There’s a crucially important cold war being waged in the entertainment business: Netflix versus everyone else. And we should all be rooting for Netflix. Boiled to its essence, what we have is a battle between the inexpensive and endless freedom of watching what you want when you want, and the fascism of monopolistic cable packages.

In this corner: For $7.99 a month, Netflix Streaming delivers more programming than anyone could possibly watch. No, it doesn’t host everything, especially not what’s “hot,” but there’s no question this service is the best bargain in the history of home entertainment.

One of the great joys of Netflix Streaming, though, is discovering television shows you might not have otherwise. Believe me, there’s a lot of great stuff you could be watching instead of wasting away your life away flipping through those 150 cable channels looking for something to watch.

In the other corner: The evil known as bundled cable where you can easily pay as much as ten-times $7.99 for dozens of channels you never watch. This is the biggest con in the history of show business. Against your will you’re subsidizing a bucketful of channels that would never survive without subscriber fees received from ridiculously expensive packages.

If you hate MSNBC but your cable or satellite provider forces you to include MSNBC in any package that includes a channel you do watch, you’re subsidizing MSNBC and all those channels you’re paying for that you don’t watch.

The money Hollywood and the media make off of the bundled cable racket is mind-blowing. For decades now, because there was no other option, the American people have been roped into this con. But now we have a choice, and it’s Netflix and other forms of streaming.

There are few things the media and Hollywood fear more than cord-cutter; those who dump their expensive cable packages and opt instead to somehow struggle through life with the news and entertainment available through much cheaper providers, such as Netflix, Redbox, and the Internet.

For this reason, channels that thrive on subscriber fees hate Netflix and refuse to do business with it in the hopes of strangling the upstart in the crib. HBO, for instance, refuses to license any programming to stream on Netflix. Even 25-year-old shows collecting dust, like the 80’s football sitcom “1st & Ten.”

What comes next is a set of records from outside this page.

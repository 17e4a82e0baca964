//! Physical and astronomical constants, each with its source.
//!
//! Masses in dyad are nominal solar masses: the IAU 2015 Resolution B3 value
//! of GM_sun is taken as exact, so no Newtonian constant G is ever needed.

use std::f64::consts::PI;

/// Nominal solar mass parameter GM_sun in m^3 s^-2 (IAU 2015 Resolution B3).
pub const GM_SUN_M3_S2: f64 = 1.3271244e20;

/// Astronomical unit in metres (IAU 2012 Resolution B2, exact).
pub const AU_M: f64 = 149_597_870_700.0;

/// Astronomical unit in kilometres (IAU 2012 Resolution B2, exact).
pub const AU_KM: f64 = AU_M / 1000.0;

/// Seconds per day (SI day of 86400 s).
pub const DAY_S: f64 = 86_400.0;

/// Days per Julian year (IAU definition).
pub const JULIAN_YEAR_DAYS: f64 = 365.25;

/// Seconds per Julian year.
pub const JULIAN_YEAR_S: f64 = JULIAN_YEAR_DAYS * DAY_S;

/// Julian Date of the epoch J2000.0 (2000 January 1.5 TT).
pub const J2000_JD: f64 = 2_451_545.0;

/// Offset between Julian Date and Modified Julian Date: MJD = JD - 2400000.5.
pub const MJD_OFFSET: f64 = 2_400_000.5;

/// Milliarcseconds per radian (180/pi * 3600 * 1000).
pub const MAS_PER_RAD: f64 = 180.0 / PI * 3_600_000.0;

/// Radians per degree.
pub const DEG: f64 = PI / 180.0;

/// GM_sun in au^3 per Julian year squared (from the two IAU values above).
///
/// docs/REFERENCE-VALUES.md: 39.4769264089.
pub const GM_SUN_AU3_YR2: f64 =
    GM_SUN_M3_S2 / (AU_M * AU_M * AU_M) * (JULIAN_YEAR_S * JULIAN_YEAR_S);

/// The exact factor k in Kepler's third law `M[M_sun] = k a_au^3 / P_yr^2`:
/// k = 4 pi^2 / (GM_sun in au^3 yr^-2) = 1.0000377738...
pub const KEPLER_THIRD_LAW_FACTOR: f64 = 4.0 * PI * PI / GM_SUN_AU3_YR2;
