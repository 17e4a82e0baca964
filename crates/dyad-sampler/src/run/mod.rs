//! The run loop: one place that owns stepping, recording, the stopping rule,
//! progress reports, cancellation and checkpoints (the executor pattern of
//! argmin), for plain and tempered runs alike (a plain run is a ladder of one).

mod config;
mod outcome;
mod saved;
mod state;
mod watch;

pub use config::{CheckpointConfig, Convergence, ConvergenceCheck, RunConfig};
pub use outcome::{Progress, RunControl, RunDiagnostics, RunResult, RunStatus, StuckWalker};
pub use watch::{KeptDraws, Watch, WatchedCheck, WatchedDiagnostics, WatchedSeries};

use std::path::Path;
use std::sync::atomic::Ordering;
use std::time::Instant;

use crate::checkpoint::{read_payload, write_atomic};
use crate::density::LogDensity;
use crate::diagnostics::{AutocorrEstimator, DiagnosticsWorkspace};
use crate::ensemble::{step_all, Schedule};
use crate::error::SamplerError;
use crate::init::Start;
use crate::moves::MoveMixture;
use crate::storage::{FileSink, MemorySink, RecordKind, SampleSink};
use crate::team::{helper_count, StopOnDrop, Team};
use outcome::{finish, progress_report};
use state::{blank_state, check_convergence, fallback_burn_in, first_check, State};

/// Steps between re-timings of the density (to choose the thread schedule).
const RETIME_STEPS: u64 = 1000;

/// The tempered log-likelihood store of a tempered run.
pub(super) enum LadderStore {
    Memory(MemorySink),
    File(FileSink),
}

impl LadderStore {
    pub(super) fn sink(&mut self) -> &mut dyn SampleSink {
        match self {
            LadderStore::Memory(m) => m,
            LadderStore::File(f) => f,
        }
    }
}

/// Starts a run from `start`, streaming thinned cold-chain samples to `samples`.
///
/// The sink must take records of `n_walkers * (dim + 2)` values (see
/// [`crate::storage`]). With checkpoints configured, a tempered run keeps its
/// tempered log-likelihoods in [`CheckpointConfig::ladder_file`], otherwise in memory.
pub fn run<D: LogDensity + ?Sized>(
    density: &D,
    config: &RunConfig,
    start: &Start<'_>,
    samples: &mut dyn SampleSink,
    control: RunControl<'_>,
) -> Result<RunResult, SamplerError> {
    config.validate(density.dim())?;
    let mut state = State::new(density, config, start)?;
    let n_temps = config.n_temperatures();
    let mut ladder_store = match (&config.tempering, &config.checkpoint) {
        (None, _) => None,
        (Some(_), Some(c)) => Some(LadderStore::File(FileSink::create(
            c.ladder_file(),
            RecordKind::TemperedLogLikelihoods,
            config.n_walkers,
            n_temps,
        )?)),
        (Some(_), None) => Some(LadderStore::Memory(MemorySink::new(
            config.n_walkers,
            n_temps,
        ))),
    };
    state.sample_position = samples.sync()?;
    if let Some(l) = ladder_store.as_mut() {
        state.ladder_position = l.sink().sync()?;
    }
    let setup = Setup {
        density,
        config,
        moves: &config.moves,
    };
    drive(&setup, &mut state, samples, ladder_store.as_mut(), control)
}

/// Resumes the run checkpointed at `config.checkpoint`, up to `config.max_steps`
/// steps in total. `samples` must be the same sink as before (for a file, reopen
/// it with [`FileSink::open`]); it is truncated back to the checkpoint's offset,
/// so the result is bit-identical to an uninterrupted run.
pub fn resume<D: LogDensity + ?Sized>(
    density: &D,
    config: &RunConfig,
    samples: &mut dyn SampleSink,
    control: RunControl<'_>,
) -> Result<RunResult, SamplerError> {
    let dim = density.dim();
    config.validate(dim)?;
    let ckpt = config.checkpoint.as_ref().ok_or_else(|| {
        SamplerError::Config("resume needs a checkpoint path in the configuration".into())
    })?;
    let payload = read_payload(&ckpt.path)?;
    let mut state = blank_state(config, dim);
    let mut moves = config.moves.clone();
    saved::restore(&payload, &ckpt.path, config, &mut state, &mut moves)?;
    samples.truncate(state.sample_position)?;
    let mut ladder_store = match config.tempering {
        None => None,
        Some(_) => {
            let mut f = FileSink::open(ckpt.ladder_file())?;
            f.truncate(state.ladder_position)?;
            Some(LadderStore::File(f))
        }
    };
    let setup = Setup {
        density,
        config,
        moves: &moves,
    };
    drive(&setup, &mut state, samples, ladder_store.as_mut(), control)
}

/// Step count stored in a checkpoint (e.g. to tell a user how far a run got).
pub fn checkpoint_step(path: impl AsRef<Path>) -> Result<u64, SamplerError> {
    let path = path.as_ref();
    let payload = read_payload(path)?;
    saved::step(&payload, path)
}

/// What a run reads and never changes: the density, the configuration and
/// the moves (the configured ones, or on resume those restored from the
/// checkpoint).
struct Setup<'a, D: ?Sized> {
    density: &'a D,
    config: &'a RunConfig,
    moves: &'a MoveMixture,
}

fn write_checkpoint(
    config: &RunConfig,
    moves: &MoveMixture,
    state: &mut State,
    samples: &mut dyn SampleSink,
    ladder: Option<&mut LadderStore>,
) -> Result<(), SamplerError> {
    let Some(ckpt) = &config.checkpoint else {
        return Ok(());
    };
    state.sample_position = samples.sync()?;
    if let Some(l) = ladder {
        state.ladder_position = l.sink().sync()?;
    }
    let payload = saved::encode(state, config, moves)?;
    write_atomic(&ckpt.path, &payload)
}

fn drive<D: LogDensity + ?Sized>(
    setup: &Setup<'_, D>,
    state: &mut State,
    samples: &mut dyn SampleSink,
    ladder_store: Option<&mut LadderStore>,
    control: RunControl<'_>,
) -> Result<RunResult, SamplerError> {
    let helpers = if setup.config.parallel {
        helper_count()
    } else {
        0
    };
    let team = Team::new(helpers, state.rungs.len());
    std::thread::scope(|scope| {
        team.start(scope, setup.density, setup.moves);
        let _stop = StopOnDrop(&team);
        drive_steps(setup, state, samples, ladder_store, control, &team)
    })
}

fn drive_steps<D: LogDensity + ?Sized>(
    setup: &Setup<'_, D>,
    state: &mut State,
    samples: &mut dyn SampleSink,
    mut ladder_store: Option<&mut LadderStore>,
    mut control: RunControl<'_>,
    team: &Team,
) -> Result<RunResult, SamplerError> {
    let (density, config, moves) = (setup.density, setup.config, setup.moves);
    let (dim, nw) = (state.dim, state.n_walkers);
    let n_temps = state.rungs.len();
    let mut record = vec![0.0; nw * (dim + 2)];
    let mut ladder_record = vec![0.0; nw * n_temps];
    let mut estimator = AutocorrEstimator::new();
    let mut workspace = DiagnosticsWorkspace::new();
    let started = Instant::now();
    let start_step = state.step;
    let mut last_checkpoint = Instant::now();
    let (mut acc_prev, mut prop_prev) = state.cold_counts();
    let burn_in_steps = config.tempering.as_ref().map_or(0, |t| t.burn_in_steps);
    let adapt = config.tempering.as_ref().is_some_and(|t| t.adapt);
    let mut schedule = Schedule::Serial;

    let status = loop {
        if state.converged {
            break RunStatus::Converged;
        }
        if state.step >= config.max_steps {
            break RunStatus::StepCap;
        }
        if control
            .cancel
            .as_ref()
            .is_some_and(|c| c.load(Ordering::Relaxed))
        {
            break RunStatus::Cancelled;
        }

        // The first step of every (resumed) run is timed on one thread to
        // choose how to spread walkers over threads; re-timed every
        // RETIME_STEPS steps in case the density's cost changes.
        let timing = config.parallel && (state.step - start_step).is_multiple_of(RETIME_STEPS);
        let t_step = Instant::now();
        step_all(
            &mut state.rungs,
            density,
            moves,
            if timing { Schedule::Serial } else { schedule },
            team,
            (config.seed, state.step),
        );
        if timing {
            let per_walker = t_step.elapsed().as_nanos() as f64 / (n_temps * nw) as f64;
            schedule = Schedule::from_cost(per_walker, nw / 2, n_temps, team.helpers());
        }
        if n_temps > 1 {
            state.ladder.swap(&mut state.rungs, &mut state.swap_rng);
            if !state.ladder.frozen && adapt {
                if let Some(t) = &config.tempering {
                    state.ladder.adapt(&mut state.rungs, t);
                }
            }
        }
        state.step += 1;
        let step = state.step;

        if !state.ladder.frozen && step >= burn_in_steps {
            // End of the tempering burn-in: freeze the ladder and start the
            // cold-chain history afresh so the stopping rule sees a fixed target.
            state.ladder.frozen = true;
            state.ladder.reset_counts();
            state.history.reset(step);
            state.last_check = None;
            state.next_check = first_check(config, step);
        }

        if step.is_multiple_of(config.thin) {
            for (w, walker) in state.cold().walkers.iter().enumerate() {
                let rec = &mut record[w * (dim + 2)..(w + 1) * (dim + 2)];
                rec[..dim].copy_from_slice(&walker.position);
                rec[dim] = walker.log_prior;
                rec[dim + 1] = walker.log_likelihood;
            }
            samples.append(step, &record)?;
            if let (Some(store), true) = (ladder_store.as_deref_mut(), state.ladder.frozen) {
                for (t, rung) in state.rungs.iter().enumerate() {
                    for (w, walker) in rung.walkers.iter().enumerate() {
                        ladder_record[t * nw + w] = walker.log_likelihood;
                    }
                }
                store.sink().append(step, &ladder_record)?;
            }
        }

        if state.ladder.frozen && state.history.wants(step) {
            let cold = &state.rungs[0];
            state
                .history
                .record(|w| cold.walkers[w].position.as_slice());
        }

        if let Some(conv) = &config.convergence {
            if state.ladder.frozen && step >= state.next_check {
                check_convergence(
                    state,
                    conv,
                    config.burn_in_fraction,
                    &mut workspace,
                    control.watch.as_deref_mut(),
                );
            }
        }

        if step.is_multiple_of(config.progress_every) {
            if let Some(cb) = control.progress.as_deref_mut() {
                let (acc, prop) = state.cold_counts();
                let acceptance = if prop > prop_prev {
                    (acc - acc_prev) as f64 / (prop - prop_prev) as f64
                } else {
                    0.0
                };
                acc_prev = acc;
                prop_prev = prop;
                cb(&progress_report(
                    config, state, started, start_step, acceptance,
                ));
            }
        }

        if let Some(ckpt) = &config.checkpoint {
            if last_checkpoint.elapsed() >= ckpt.interval {
                write_checkpoint(config, moves, state, samples, ladder_store.as_deref_mut())?;
                last_checkpoint = Instant::now();
            }
        }
    };

    if status != RunStatus::Converged || !state.converged {
        // Burn-in from the last tau estimate when the rule did not fire.
        state.burn_in = fallback_burn_in(state, config, &mut estimator);
    }
    write_checkpoint(config, moves, state, samples, ladder_store.as_deref_mut())?;
    samples.sync()?;
    finish(config, state, status, ladder_store, control.watch)
}
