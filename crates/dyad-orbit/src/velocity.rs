//! Line-of-sight velocities of the two stars from the relative velocity.
//!
//! Radial velocity is positive for a receding star. The relative velocity
//! `v_rel` is that of the secondary with respect to the primary,
//! `v_rel = K * rv_shape` (see [`crate::orbit::OrbitState::rv_shape`]). With
//! the mass ratio q = M2/M1 the centre of mass stays put, so (docs/DESIGN.md)
//! `v1 = gamma - q/(1+q) v_rel` and `v2 = gamma + 1/(1+q) v_rel`.

/// Velocity of the primary: `gamma - q/(1+q) * v_rel`.
pub fn primary_velocity(gamma: f64, mass_ratio: f64, v_rel: f64) -> f64 {
    gamma - mass_ratio / (1.0 + mass_ratio) * v_rel
}

/// Velocity of the secondary: `gamma + 1/(1+q) * v_rel`.
pub fn secondary_velocity(gamma: f64, mass_ratio: f64, v_rel: f64) -> f64 {
    gamma + v_rel / (1.0 + mass_ratio)
}
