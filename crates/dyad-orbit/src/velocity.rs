//! Line-of-sight velocities of the two stars from the relative velocity.
//!
//! Radial velocity is positive for a receding star. The relative velocity
//! `v_rel` is that of the secondary with respect to the primary,
//! `v_rel = K * rv_shape` (see [`crate::orbit::OrbitState::rv_shape`]). With
//! the mass ratio q = M2/M1 the centre of mass stays put, so (docs/DESIGN.md)
//! `v1 = gamma - q/(1+q) v_rel` and `v2 = gamma + 1/(1+q) v_rel`.

/// Velocity of the primary: `gamma - q/(1+q) * v_rel`.
pub fn primary_velocity(gamma: f64, mass_ratio: f64, v_rel: f64) -> f64 {
    gamma - mass_ratio / (1.0 + mass_ratio) * v_rel
}

/// Velocity of the secondary: `gamma + 1/(1+q) * v_rel`.
pub fn secondary_velocity(gamma: f64, mass_ratio: f64, v_rel: f64) -> f64 {
    gamma + v_rel / (1.0 + mass_ratio)
}

/// Velocities (primary, secondary) from the systemic velocity `gamma`, the
/// semi-amplitudes `k1`, `k2` (> 0) and the shape
/// cos(nu + omega) + e cos omega: `v1 = gamma - k1 shape`,
/// `v2 = gamma + k2 shape`, as the model evaluates them
/// (`v_star = gamma + c_star shape` with `c1 = -K1`, `c2 = K2`).
pub fn velocities_from_semi_amplitudes(gamma: f64, k1: f64, k2: f64, shape: f64) -> (f64, f64) {
    (gamma + (-k1) * shape, gamma + k2 * shape)
}
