//! Loading measurement files: a table of malformed inputs, each of which must
//! give an error naming the file, the line and the column, and good inputs
//! whose values must arrive converted to internal units (JD, radians, mas, km/s).

use std::f64::consts::PI;
use std::io::Write;
use std::path::Path;

use dyad_model::data::{RelativePosition, Star};
use dyad_model::load::{
    load_astrometry, load_astrometry_from_reader, load_dataset, load_velocities,
    load_velocities_from_reader,
};
use dyad_model::ModelError;

#[derive(Clone, Copy)]
enum Kind {
    Astrometry,
    Velocities,
}

struct Case {
    what: &'static str,
    kind: Kind,
    content: &'static [u8],
    /// Expected 1-based line, or None when the error has no line (empty file).
    line: Option<usize>,
    /// Expected column name, or None when the error is about a whole line.
    column: Option<&'static str>,
    /// Substrings the message must contain.
    needles: &'static [&'static str],
}

/// The header of a polar astrometry file.
macro_rules! polar {
    () => {
        "jd, sep_mas, sep_err_mas, pa_deg, pa_err_deg"
    };
}

/// The header of a velocity file.
macro_rules! rv {
    () => {
        "jd, rv_kms, rv_err_kms, star, instrument"
    };
}

macro_rules! bytes {
    ($($part:expr),* $(,)?) => { concat!($($part),*).as_bytes() };
}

So what’s an upstart to do in a position where even under the best of circumstance they’re a season behind the hottest television shows in America and everyone hates them with same passion Big Auto hated Tucker and his dream?

Simple: Create your own hottest show in America.

Ah, but part of generating the water cooler effect is generating media coverage, which can be a problem,  unless… You appeal to the media’s impossibly large ego by creating a show about them.

Besides snagging the combined talent of Kevin Spacey and David Fincher, the genius of Netflix acquiring “House of Cards” is that so many in the political media are so self-involved. Netflix just had to know the media would give its new show a ton of free buzz, because talking about “House of Cards” is a way for the DC media to talk about itself.

How do you think “30 Rock” stayed on the air for  seven seasons despite being at the bottom of the ratings pile? The media loved “30 Rock” because it was about the television business — it was about them — and so a show nobody watched became a national phenom.

Netflix throwing in cameo appearances for George Stephanopoulos, Soledad O’Brien and others sure doesn’t hurt.

It wasn’t always this way, but the media is now so hive-minded and narcissistic–populated with the same kind of people who come from the same kind of place and went to the same kind of school and think the same way and want desperately to fit in–that a company as savvy as Netflix can use the hopelessly provincial media to its advantage.